> **The problem**
From the records below, find each line with the string "rules" and copy it.

> **Entries provided**

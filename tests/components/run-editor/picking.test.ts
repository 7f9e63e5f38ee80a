/** What is picked on the drawing, loops closed by typing, notes of a sheet, and the true shape's solids. */
import { describe, expect, it } from "vitest";
import { buildModel, emptyMarks, INCH_MM, parseRunDocument, pipeSize, vecDistance, type RunDocument } from "@/iso";
import { arc, shapeParts } from "@/components/run-editor/shape-parts";
import type { CellTarget, Column } from "@/components/run-editor/cell-commit";
import { dimensionEdit, dimensionMove, isOverall } from "@/components/run-editor/dimension-entry";
import { pieceFinder } from "@/components/run-editor/drawing-refs";
import { shownText } from "@/components/run-editor/drafts";
import { editorReducer, initialState } from "@/components/run-editor/editor-state";
import type { EditorState } from "@/components/run-editor/editor-types";
import { legendAt } from "@/components/run-editor/legend-strip";
import { notesOfSpool, withSpoolNotes } from "@/components/run-editor/sheet-notes";
import { emptyDocument, testStamp } from "./fixtures";

const at = (row: number, column: Column, runId = "main"): CellTarget => ({ runId, row, column });
const pasted = (text: string, state = initialState(emptyDocument(), testStamp()), target = at(0, "move")): EditorState => editorReducer(state, { type: "paste", target, text, stamp: testStamp() });
const type = (state: EditorState, target: CellTarget, text: string): EditorState => editorReducer(state, { type: "commit", target, text, step: "stay", stamp: testStamp() });
const idOf = (document: RunDocument, row: number): string => document.runs[0]?.points[row]?.id ?? "";

describe("a number on the drawing", () => {
  const state = pasted("0\twn\ne 3-1 1/2\t\nu 2-8\t\nE 2-0 N 1-0\t\nw 10-0 @ 1:100\tend\n");
  const edit = (row: number) => dimensionEdit(state.document, idOf(state.document, row))!;

  it("is edited as the length alone and keeps the leg's direction and slope", () => {
    expect(edit(1)).toMatchObject({ text: "3-1 1/2", target: at(1, "move") });
    expect(dimensionMove(state.document, edit(1), "4-0")).toMatchObject({ ok: true, value: "e 4-0" });
    expect(dimensionMove(state.document, edit(4), "12-0")).toMatchObject({ ok: true, value: "w 12-0 @ 1:100" });
  });

  it("takes a whole move, by the Move cell's own reader", () => {
    expect(dimensionMove(state.document, edit(1), "n 4-0")).toMatchObject({ ok: true, value: "n 4-0" });
    expect(edit(3).text).toBe("E 2-0 N 1-0");
    expect(dimensionMove(state.document, edit(3), "E 3-0 N 1-0")).toMatchObject({ ok: true });
  });

  it("says what to type and changes nothing by itself", () => {
    expect(dimensionMove(state.document, edit(1), "3-1 1/3")).toMatchObject({ ok: false, message: expect.stringMatching(/1\/3/) });
    expect(dimensionMove(state.document, edit(1), "")).toMatchObject({ ok: false });
    expect(dimensionEdit(state.document, "gone")).toBeNull();
    expect(isOverall({ kind: "dimension", id: "p1..p3" })).toBe(true);
  });
});

describe("what the drawing leads to", () => {
  const state = pasted("0\twn\ne 3-0\tgate\ne 3-0\tend fw\n");
  const model = buildModel(state.document, emptyMarks(), []);

  it("finds the cut piece of a mark, of a leg", () => {
    const piece = model.pieces[0]!;
    expect(pieceFinder(model)({ kind: "piece", id: piece.key })).toBe(piece.key);
    expect(pieceFinder(model)({ kind: "leg", id: piece.legId })).toBe(piece.key);
    expect(pieceFinder(model)({ kind: "joint", id: "x" })).toBeNull();
  });

  it("names the legend of what stands in a row", () => {
    expect([...legendAt(model, idOf(state.document, 1))]).toEqual(expect.arrayContaining(["gate"]));
    expect([...legendAt(model, idOf(state.document, 0))]).toEqual(expect.arrayContaining(["weld-neck", "shop-weld"]));
    expect(legendAt(model, null).size).toBe(0);
  });
});

describe("a loop closed by typing", () => {
  const base = pasted("0\twn\ne 3-0\ttee\ne 4-0\ttee\ne 2-0\tend\n");
  const branch = base.document.runs[1]?.id ?? "";
  const rows = pasted("n 2-0\ne 4-0\ns 2-0\n", base, at(0, "move", branch));

  it("meets the row named, shows it again, and lets go when something else is typed there", () => {
    const closed = type(rows, at(2, "item", branch), "meet 3");
    expect(closed.document.runs[1]?.to).toBe(idOf(base.document, 2));
    expect(shownText(closed, at(2, "item", branch))).toBe("meet 3");
    expect(parseRunDocument(closed.document)).toMatchObject({ ok: true });
    expect(type(closed, at(2, "item", branch), "end").document.runs[1]).not.toHaveProperty("to");
  });

  it.each([["meet 9", /no such row/], ["meet 1", /tee, a cross/], ["meet", /Type meet/]])("says what is wrong with %s", (text, message) => {
    const state = type(rows, at(2, "item", branch), text);
    expect(Object.values(state.drafts)[0]?.message).toMatch(message);
  });

  it("opens two branches at a cross", () => {
    expect(type(base, at(1, "item"), "cross 2").document.runs.filter((run) => run.from === idOf(base.document, 1))).toHaveLength(2);
  });
});

describe("notes of one sheet", () => {
  it("go with their spool and leave no trace when the last is gone", () => {
    const first = withSpoolNotes(emptyDocument(), "A", ["Paint after test"]);
    const document = { ...emptyDocument(), sheetNotes: first };
    expect(notesOfSpool(document, "A")).toEqual(["Paint after test"]);
    expect(notesOfSpool(document, "B")).toEqual([]);
    expect(withSpoolNotes(document, "A", [])).toBeUndefined();
    const state = editorReducer(initialState(document, testStamp()), { type: "document-patch", patch: { sheetNotes: undefined }, stamp: testStamp() });
    expect(state.document).not.toHaveProperty("sheetNotes");
  });
});

describe("the true shape", () => {
  const model = buildModel(pasted("0\twn\ne 3-0\t\nu 4-0\tgate\nu 2-0\tcap\n").document, emptyMarks(), []);

  it("draws pipe at its true outside (NPS 4: 4.500 in, ASME B36.10M) from end to end of each piece", () => {
    const tubes = shapeParts(model).filter((part) => part.solid === "tube" && part.tint === "pipe");
    expect(tubes).toHaveLength(model.pieces.length);
    for (const tube of tubes) if (tube.solid === "tube") expect(tube.radiusMm).toBeCloseTo((4.5 * INCH_MM) / 2, 6);
    expect(pipeSize("4")?.odInchMm).toBeCloseTo(4.5 * INCH_MM, 6);
  });

  it("bends an elbow on a circle of its radius (quarter circle of 152.4 about its center)", () => {
    const path = arc([0, 0, 0], [1, 0, 0], [152.4, 0, 152.4], [0, 0, 1]);
    for (const place of path) expect(vecDistance(place, [0, 0, 152.4])).toBeCloseTo(152.4, 6);
    expect(arc([0, 0, 0], [1, 0, 0], [5, 0, 0], [1, 0, 0])).toHaveLength(2);
  });

  it("turns a return through half a circle (common practice)", () => {
    const path = arc([0, 0, 0], [1, 0, 0], [0, 0, 300], [-1, 0, 0]);
    expect(Math.max(...path.map(([x]) => x))).toBeCloseTo(150, 6);
  });

  it("has a solid for every part that has a body, each with its row", () => {
    const points = new Set(model.nodes.map((node) => node.pointId));
    const parts = shapeParts(model);
    for (const part of parts) expect(points.has(part.pointId)).toBe(true);
    for (const component of model.components.filter(({ kind }) => !["gasket", "bolt-set", "pad"].includes(kind))) expect(parts.some((part) => part.pointId === component.pointId)).toBe(true);
  });
});
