import { z } from "zod";
import { changeJob } from "@/lib/commands/change-jobs";
import { jobDetail } from "@/lib/queries/jobs";
import { jobSettingsSchema } from "@/lib/rules/forms";
import { idSchema } from "@/lib/rules/write-bodies";
import { read } from "@/lib/server/read";
import { write } from "@/lib/server/write";

const params = z.object({ jobId: idSchema });

export const GET = read("jobs.list", { params, run: (viewer, { params }) => jobDetail(viewer, params.jobId) });

export const PATCH = write("lines.change", {
  params,
  body: jobSettingsSchema,
  run: (context, { params, body }) => changeJob(context, params.jobId, body),
});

> **Output**
import { jobSettingsSchema } from "@/lib/rules/forms";
import { idSchema } from "@/lib/rules/write-bodies";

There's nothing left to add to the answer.